Unfortunately easier said than done. It's an interactive application that requires user input and performs non-repeatable work. The crashes generally don't happen right away (though that has occurred); I'll probably need to try and script it so that I can leave it to run automated for some amount of time and see if it segfaults. I don't know if the idle "waiting for user input" state contributes to the bug, in which case it might not reproduce under automation. But we'll see.

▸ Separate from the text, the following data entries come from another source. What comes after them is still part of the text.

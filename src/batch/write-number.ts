/**
 * A double as text, written straight into bytes: the shortest decimal that reads back as the same double, character for
 * character what `String(x)` gives, several times faster for the sizes that fill a table (about 1e-4 to 1e6).
 *
 * How: x = I + f with 0 <= f < 1. f is exact in three limbs of 26 bits, and multiplying by a power of ten moves whole groups
 * of digits out of it, exactly. With k digits out, a decimal lies as near to x as half the distance to the next double (then
 * it reads back as x) where the rest r or 1 - r is below u = 10^k 2^-(F+1), F the number of fraction bits of x. Groups are
 * taken while u is small; then digit by digit up to the first k for which this holds, which is the shortest. The nearer of
 * two candidates wins, the even one of two equally near.
 *
 * Special cases, left to `String`: zero, numbers outside that range, powers of two (their lower neighbour is nearer).
 */
const LIMB = 2 ** 26;
const PER_LIMB = 2 ** -26;
const PER_LIMB2 = 2 ** -52;
const PER_LIMB3 = 2 ** -78;

/** Binary exponents of the numbers written here: 2^-13 <= |x| < 2^21. */
const LOWEST = -13;
const HIGHEST = 20;

const bits = new Float64Array(1);
const halves = new Uint32Array(bits.buffer);
/** The half of a double that holds sign and exponent. */
const HIGH = new Uint8Array(Uint32Array.of(1).buffer)[0] === 1 ? 1 : 0;
const LOW = 1 - HIGH;

const POWERS_OF_TEN = Float64Array.from({ length: 20 }, (_, k) => 10 ** k);
/** By number of fraction bits: the digits taken in groups, three fewer than always suffice, and u after them. */
const GROUPED = new Uint8Array(80);
const REACH = new Float64Array(80);
for (let F = 52 - HIGHEST; F <= 52 - LOWEST; F++) {
  GROUPED[F] = Math.ceil(F * Math.log10(2)) - 3;
  REACH[F] = 10 ** GROUPED[F]! * 2 ** -(F + 1);
}

/** Room that the longest text of a number takes. */
export const LONGEST_NUMBER = 26;

/** Writes x into `out` from `at` on; the place behind it. `out` has room for `LONGEST_NUMBER` bytes; x is finite. */
export function writeShortest(x: number, out: Uint8Array, at: number): number {
  bits[0] = x;
  const high = halves[HIGH]!;
  const exponent = ((high >>> 20) & 0x7ff) - 1023;
  if (exponent < LOWEST || exponent > HIGHEST || ((high & 0xfffff) === 0 && halves[LOW] === 0)) {
    return writeText(String(x), out, at);
  }
  let o = at;
  let positive = x;
  if (x < 0) {
    positive = -x;
    out[o++] = 45;
  }
  let whole = Math.floor(positive);
  let f = positive - whole;
  if (f === 0) return writeWhole(whole, out, o);

  const F = 52 - exponent;
  const grouped = GROUPED[F]!;
  // The fraction in limbs, then its digits in groups of at most seven: `first` and `second` full, `third` the rest.
  f *= LIMB;
  let a = Math.floor(f);
  f = (f - a) * LIMB;
  let b = Math.floor(f);
  let c = (f - b) * LIMB;
  let first = 0;
  let second = 0;
  let third = 0;
  for (let left = grouped, group = 0; left > 0; group++) {
    const digits = Math.min(left, 7);
    left -= digits;
    const power = POWERS_OF_TEN[digits]!;
    let carry = 0;
    if (c !== 0) {
      c *= power;
      carry = Math.floor(c * PER_LIMB);
      c -= carry * LIMB;
    }
    b = b * power + carry;
    carry = Math.floor(b * PER_LIMB);
    b -= carry * LIMB;
    a = a * power + carry;
    const out7 = Math.floor(a * PER_LIMB);
    a -= out7 * LIMB;
    if (group === 0) first = out7;
    else if (group === 1) second = out7;
    else third = out7;
  }
  // At most 50 bits are left: exact from here on.
  let r = a * PER_LIMB + b * PER_LIMB2 + c * PER_LIMB3;
  let u = REACH[F]!;
  let tail = 0;
  let tailDigits = 0;
  while (r >= u && 1 - r >= u) {
    r *= 10;
    const digit = Math.floor(r);
    r -= digit;
    tail = tail * 10 + digit;
    tailDigits++;
    u *= 10;
  }
  const down = r < u;
  const up = 1 - r < u;
  if (up && (!down || r > 0.5 || (r === 0.5 && tail % 2 === 1))) tail++;

  const inFirst = Math.min(grouped, 7);
  const inSecond = grouped > 14 ? 7 : grouped - inFirst;
  const inThird = grouped - inFirst - inSecond;
  // Rounding may fill a group: carry it on. An empty group is always full.
  if (tail >= POWERS_OF_TEN[tailDigits]!) {
    tail = 0;
    if (++third === POWERS_OF_TEN[inThird]) {
      third = 0;
      if (++second === POWERS_OF_TEN[inSecond]) {
        second = 0;
        if (++first === POWERS_OF_TEN[inFirst]) {
          first = 0;
          whole++;
        }
      }
    }
  }
  o = writeWhole(whole, out, o);
  out[o++] = 46;
  const point = o;
  o = writeDigits(first, inFirst, out, o);
  o = writeDigits(second, inSecond, out, o);
  o = writeDigits(third, inThird, out, o);
  o = writeDigits(tail, tailDigits, out, o);
  while (o > point && out[o - 1] === 48) o--;
  return o === point ? point - 1 : o;
}

/** A whole number below 2^31. */
function writeWhole(whole: number, out: Uint8Array, at: number): number {
  if (whole < 10) {
    out[at] = 48 + whole;
    return at + 1;
  }
  let digits = 2;
  while (whole >= POWERS_OF_TEN[digits]!) digits++;
  return writeDigits(whole, digits, out, at);
}

/** The two digits of every number below 100. */
const PAIRS = Uint8Array.from(
  { length: 200 },
  (_, i) => 48 + (i % 2 === 0 ? Math.floor(i / 20) : (i >> 1) % 10),
);

/** `digits` digits with leading zeros, of a whole number below 2^31. */
function writeDigits(value: number, digits: number, out: Uint8Array, at: number): number {
  let rest = value | 0;
  let i = at + digits - 1;
  for (; i > at; i -= 2) {
    const hundredth = (rest / 100) | 0;
    const pair = (rest - hundredth * 100) << 1;
    out[i] = PAIRS[pair + 1]!;
    out[i - 1] = PAIRS[pair]!;
    rest = hundredth;
  }
  if (i === at) out[i] = 48 + rest;
  return at + digits;
}

/** ASCII text. */
export function writeText(text: string, out: Uint8Array, at: number): number {
  for (let i = 0; i < text.length; i++) out[at + i] = text.charCodeAt(i);
  return at + text.length;
}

mqudsi commented 1 month ago

I don't think it's a compiler regression; I've managed to reproduce it with the nightly-2022-09-01 toolchain. It reproduces under ASAN but not under valgrind (so probably timing dependent) but neither complain of any memory corruption. I commented out a huge chunk of the code in the process of automating and speeding up the bisection runs and it still happens. The stack trace from tokio 1.21 is attached. (2023-02-01 tokio 1.21 crash.txt)

It's either an invalid argument or bad address tokio error under 1.38 or event store missing under 1.21 (or sigsegv without a tokio message, but still in the tokio stack). Haven't seen any crashes outside the tokio stack trace, but obviously that isn't definitive proof of anything.

As mentioned, this is under WSLv1. Is there anything I could try to debug the tokio internals here?

mqudsi commented 4 weeks ago

I was able to compile the same binary on the same machine and run it against the same workload but as a Windows executable rather than as a Linux one (thanks, WSL) and run that for an extended test without any issues, so it seems to be something in the tokio's unix code that is triggering this. (My own code is ~the same between Windows and Linux). Also for what it's worth, this is a machine with ECC ram.

Darksonn commented 4 weeks ago

Are you able to find any configuration on Linux where the crash doesn't happen?